• _Source records_:
import { createEvents, type EventAttributes, type HeaderAttributes } from 'ics';
import { isId, type Id } from '../../id';
import { bad, good, problem, type Problem, type Result } from '../problems';
import { fold } from './fold';

/**
 * Calendar files (RFC 5545, 5546). Nothing in them tells of a study, a condition or a person's code: the title is
 * the same neutral one for everybody. Times are instants in UTC, which every calendar shows in its own zone, so no
 * file depends on a definition of a zone's summer time.
 */
export const neutralTitle = 'Study visit';
const productId = '-//Heddle//Visits//EN';

/** The library takes the stamp of a message but leaves it out of its types. */
type Written = EventAttributes & { timestamp: number };

export type Method = 'REQUEST' | 'CANCEL';

export type Invitation = {
	/** A random UUID that stays with the appointment through every change; see `newRandomId`. */
	uid: Id;
	/** 0 for the first message, one more for each that follows, the cancellation included. */
	sequence: number;
	method: Method;
	start: Date;
	end: Date;
	/** When this message was made. */
	now: Date;
	place: string;
	/** May hold several lines. */
	notes?: string;
	organiser: { name: string; email: string };
	attendee: { email: string };
	/** A reminder this long before the start. */
	alarmMinutesBefore?: number;
};

export type CalendarProblem = Problem<
	'CALENDAR_TEXT' | 'CALENDAR_TIMES' | 'CALENDAR_UID' | 'CALENDAR_ADDRESS'
>;

export type CalendarFile = {
	text: string;
	/** Null in a plain file or feed, which has no METHOD. */
	method: Method | null;
};

/** Controls and the line separators that some programs take for the end of a line. */
const forbidden = /[\p{Cc}\u2028\u2029]/u;
const address =
	/^[^\s@<>()[\]\\,;:"\p{Cc}]{1,64}@[A-Za-z0-9](?:[A-Za-z0-9.-]{0,250}[A-Za-z0-9])?$/u;

function checkLine(field: string, text: string): CalendarProblem | null {
	return forbidden.test(text) || !text.isWellFormed() ? problem('CALENDAR_TEXT', { field }) : null;
}

/** Several lines with one kind of line break, or what is wrong with them. */
function readNotes(text: string): Result<string, CalendarProblem> {
	const lines = text.replace(/\r\n|\r|\n|\u2028|\u2029/g, '\n');
	const wrong = checkLine('notes', lines.replaceAll('\n', ''));
	return wrong ? bad(wrong) : good(lines);
}

function checkEvent(event: {
	uid: Id;
	sequence: number;
	start: Date;
	end: Date;
}): CalendarProblem | null {
	if (!isId(event.uid)) return problem('CALENDAR_UID');
	if (!Number.isSafeInteger(event.sequence) || event.sequence < 0 || event.sequence > 2 ** 31 - 1)
		throw new RangeError(`Not a sequence number: ${event.sequence}`);
	// Written so that an invalid date is refused too.
	return event.end.getTime() > event.start.getTime() ? null : problem('CALENDAR_TIMES');
}

const checkAddress = (email: string): CalendarProblem | null =>
	address.test(email) ? null : problem('CALENDAR_ADDRESS', { text: email.slice(0, 80) });

function made(events: Written[], header: HeaderAttributes): string {
	const { error, value } = createEvents(events, header);
	if (error || value === undefined || value === null)
		throw new Error('The calendar file could not be made', { cause: error });
	return fold(value);
}

const inUtc = {
	startInputType: 'utc',
	startOutputType: 'utc',
	endInputType: 'utc',
	endOutputType: 'utc'
} as const;

/** The file for an invitation, its update (higher sequence), or its cancellation. */
export function invitation(given: Invitation): Result<CalendarFile, CalendarProblem> {
	const notes = readNotes(given.notes ?? '');
	if (!notes.ok) return notes;
	const wrong =
		checkEvent(given) ??
		checkLine('place', given.place) ??
		checkLine('organiser', given.organiser.name) ??
		checkAddress(given.organiser.email) ??
		checkAddress(given.attendee.email);
	if (wrong) return bad(wrong);

	const event: Written = {
		...inUtc,
		uid: given.uid,
		sequence: given.sequence,
		timestamp: given.now.getTime(),
		title: neutralTitle,
		start: given.start.getTime(),
		end: given.end.getTime(),
		status: given.method === 'CANCEL' ? 'CANCELLED' : 'CONFIRMED',
		// A quotation mark cannot be written inside a parameter (RFC 5545 §3.2).
		organizer: { name: given.organiser.name.replaceAll('"', '’'), email: given.organiser.email },
		// The address stands for the name: nobody is named in a file that may be read on a lock screen.
		attendees: [
			{
				name: given.attendee.email,
				email: given.attendee.email,
				rsvp: given.method === 'REQUEST',
				role: 'REQ-PARTICIPANT',
				partstat: 'NEEDS-ACTION'
			}
		]
	};
	if (given.place.trim() !== '') event.location = given.place;
	if (notes.value.trim() !== '') event.description = notes.value;
	if (given.method === 'REQUEST' && given.alarmMinutesBefore)
		event.alarms = [
			{
				action: 'display',
				description: neutralTitle,
				trigger: { minutes: given.alarmMinutesBefore, before: true }
			}
		];
	return good({ text: made([event], { productId, method: given.method }), method: given.method });
}

export type FeedEvent = {
	uid: Id;
	sequence: number;
	start: Date;
	end: Date;
	place?: string;
	cancelled?: boolean;
	/** When the appointment was last changed. */
	changed: Date;
};

/** A file that a calendar program fetches again and again: no METHOD, neutral words only. */
export function feed(
	events: readonly FeedEvent[],
	given: { now: Date; name?: string }
): Result<CalendarFile, CalendarProblem> {
	const name = given.name ?? 'Visits';
	const wrongName = checkLine('name', name);
	if (wrongName) return bad(wrongName);
	const written: Written[] = [];
	for (const each of events) {
		const wrong = checkEvent(each) ?? checkLine('place', each.place ?? '');
		if (wrong) return bad(wrong);
		const event: Written = {
			...inUtc,
			uid: each.uid,
			sequence: each.sequence,
			timestamp: given.now.getTime(),
			title: neutralTitle,
			start: each.start.getTime(),
			end: each.end.getTime(),
			status: each.cancelled ? 'CANCELLED' : 'CONFIRMED',
			lastModified: each.changed.getTime()
		};
		if (each.place?.trim()) event.location = each.place;
		written.push(event);
	}
	// The library writes METHOD:PUBLISH unless told that there is none.
	return good({
		text: made(written, { productId, calName: name, method: undefined }),
		method: null
	});
}

/** The media type to serve or send the file with; its parameter is the METHOD of the file (RFC 6047 §2.4). */
export function contentType(file: Pick<CalendarFile, 'method'>): string {
	return `text/calendar; charset=utf-8${file.method ? `; method=${file.method}` : ''}`;
}

/** What a mail carries: the same METHOD in the file and in the part's type. */
export function mailPart(
	file: CalendarFile
): { method: Method; filename: string; content: string } | null {
	return file.method === null
		? null
		: { method: file.method, filename: 'visit.ics', content: file.text };
}
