import { readFileSync } from 'node:fs';
import { join } from 'node:path';
import pg from 'pg';
import { vi } from 'vitest';
import { root } from '../../../scripts/lib/places.mjs';
import { testBuild } from '../../../scripts/lib/test-cluster.mjs';
import { recommend } from '../../../src/lib/domain/board/board.server';
import { freezeCut } from '../../../src/lib/domain/cut/cut.commands.server';
import { makeFeed } from '../../../src/lib/domain/feed/feed.commands.server';
import { requestLook } from '../../../src/lib/domain/look/look.commands.server';
import type { LookSpec } from '../../../src/lib/domain/look/look.input';
import { signPlan } from '../../../src/lib/domain/look/plan.server';
import { approveSites } from '../../support/approve';
import { recordMeasurement } from '../../../src/lib/domain/measurement/measurement.commands.server';
import { recordMeasurementInput } from '../../../src/lib/domain/measurement/measurement.input';
import type { Role } from '../../../src/lib/domain/person/roles';
import {
	askForList,
	makeAllocationList
} from '../../../src/lib/domain/randomisation/allocation.commands.server';
import {
	approveRelease,
	makeReport,
	releaseReport
} from '../../../src/lib/domain/report/report.commands.server';
import { downloadCopy } from '../../../src/lib/domain/report/report-file.server';
import type { StudyDefinition } from '../../../src/lib/domain/study/definition';
import {
	createStudyFrom,
	publishProtocol
} from '../../../src/lib/domain/study/study.commands.server';
import { sign } from '../../../src/lib/domain/signature/signature.commands.server';
import { findWaiting } from '../../../src/lib/domain/signature/signature.reads.server';
import { recordExit } from '../../../src/lib/domain/subject/exit.commands.server';
import {
	addScreening,
	answerEligibility,
	closeScreening
} from '../../../src/lib/domain/subject/screening.commands.server';
import { recordConsent } from '../../../src/lib/domain/consent/consent.commands.server';
import {
	enrolSubject,
	randomiseSubject
} from '../../../src/lib/domain/subject/subject.commands.server';
import {
	bookVisit,
	cancelAppointment,
	moveAppointment
} from '../../../src/lib/domain/visit/booking.commands.server';
import { declareMissed, logContact } from '../../../src/lib/domain/visit/chase.commands.server';
import { finishVisit, startVisit } from '../../../src/lib/domain/visit/conduct.commands.server';
import {
	loseKit,
	planKits,
	receiveKits,
	sendKits,
	setKitLevel
} from '../../../src/lib/domain/kit/kit.commands.server';
import { getKitStock } from '../../../src/lib/domain/kit/kit.reads.server';
import { correctStratum } from '../../../src/lib/domain/randomisation/stratum.commands.server';
import { askForCodes, sealedCodesJob } from '../../../src/lib/domain/unmasking/codes.server';
import {
	recordUnmasking,
	unmaskSubject
} from '../../../src/lib/domain/unmasking/unmasking.commands.server';
import { ids, newId, tokens } from '../../../src/lib/id';
import type { Actor } from '../../../src/lib/server/actor';
import { actorFor } from '../../../src/lib/server/auth/actor';
import { startSession } from '../../../src/lib/server/auth/session';
import { closedConfig, config, readClosedConfig, readConfig } from '../../../src/lib/server/config';
import { byArmLookJob, lookJob } from '../../../src/lib/server/looks/jobs';
import {
	closedReleaseJob,
	closedReportJob,
	releaseJob,
	reportJob
} from '../../../src/lib/server/looks/report-jobs';
import { forgetStorage } from '../../../src/lib/server/storage/storage';
import { clock } from '../../../src/lib/time/clock';
import { addDays, isoWeekday, plainDateOf, type PlainDate } from '../../../src/lib/time/dates';
import { checkFile, orthodontMapping } from '../../support/analysis';
import { useEnvironment, type FreshDatabase } from '../../support/database';
import { keepScan } from '../../../src/lib/domain/upload/upload.commands.server';
import { smallPdf } from '../../support/files';
import { useAs } from '../../support/scene';
import { withTellingMeasure } from '../../support/telling';

export interface TwinPerson {
	name: string;
	role: Role;
	email: string;
	actor: Actor;
}

export interface Twin {
	studyId: string;
	/** A study that minimises and keeps a stock, with subjects randomised from it. */
	minimisedStudyId: string;
	people: Record<string, TwinPerson>;
	feedTokens: string[];
	openReportId: string;
	byArmLookId: string;
}

interface Told {
	/** Whether each place of the list has the other arm than in the twin. */
	swapped: boolean;
	passwordHash: string;
	/** What the hash is of: signing asks for it. */
	password: string;
	/** The day on which the study begins; everything is counted from it. */
	begin: PlainDate;
}

/** Who belongs to the study: the name, the role, and the site (0 or 1) where it is a site's. */
const cast: [name: string, role: Role, site?: 0 | 1][] = [
	['coordinator', 'coordinator', 0],
	['nurse', 'nurse', 0],
	['investigator', 'investigator', 0],
	['pharmacist', 'pharmacist', 0],
	['monitor', 'monitor', 0],
	['coordinator elsewhere', 'coordinator', 1],
	['nurse elsewhere', 'nurse', 1],
	['pharmacist elsewhere', 'pharmacist', 1],
	['auditor', 'auditor'],
	['statistician', 'statistician'],
	['independent statistician', 'independent_statistician'],
	['board member', 'board_member'],
	['unmasked board member', 'board_member']
];

function definitionFrom(begin: PlainDate): StudyDefinition {
	const file = join(root, 'templates/studies/two-arm-trial.json');
	const { $schema, ...definition } = JSON.parse(readFileSync(file, 'utf8'));
	void $schema;
	const told = withTellingMeasure(definition as StudyDefinition);
	return {
		...told,
		schedule: {
			...told.schedule,
			baseline: [...(told.schedule.baseline ?? []), 'urine-glucose', 'urine-glucose-mean']
		},
		code: 'TWIN-1',
		name: 'Twin threads',
		plannedSubjects: 40,
		// Somebody signs one checklist below; who is enrolled before that need not wait for it.
		eligibilitySigned: false,
		consentVersions: [{ ...definition.consentVersions[0], from: addDays(begin, -60) }]
	} as StudyDefinition;
}

const model: LookSpec = {
	measure: 'creatinine',
	timeUnit: 'month',
	group: 'none',
	covariates: [],
	ownLevel: 'yes',
	method: 'REML',
	df: 'kenward-roger'
};

/** Commands speak to this database and its files, with ids, tokens and the clock as told. */
function enterDatabase(db: FreshDatabase): void {
	useEnvironment(db, {
		CLI_DIR: join(root, testBuild.buildDir, 'cli'),
		MAIL_FROM: 'Heddle <heddle@heddle.test>'
	});
	Object.assign(config(), readConfig(process.env));
	Object.assign(closedConfig(), readClosedConfig(process.env));
	forgetStorage();
}

/** Closes what is open just now. */
let end: () => Promise<void>;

• _Aim of the exercise_:
The answer must be every line of the data that holds the word "coordinator".

• _Completed exercise_:
	['coordinator', 'coordinator', 0],
	['coordinator elsewhere', 'coordinator', 1],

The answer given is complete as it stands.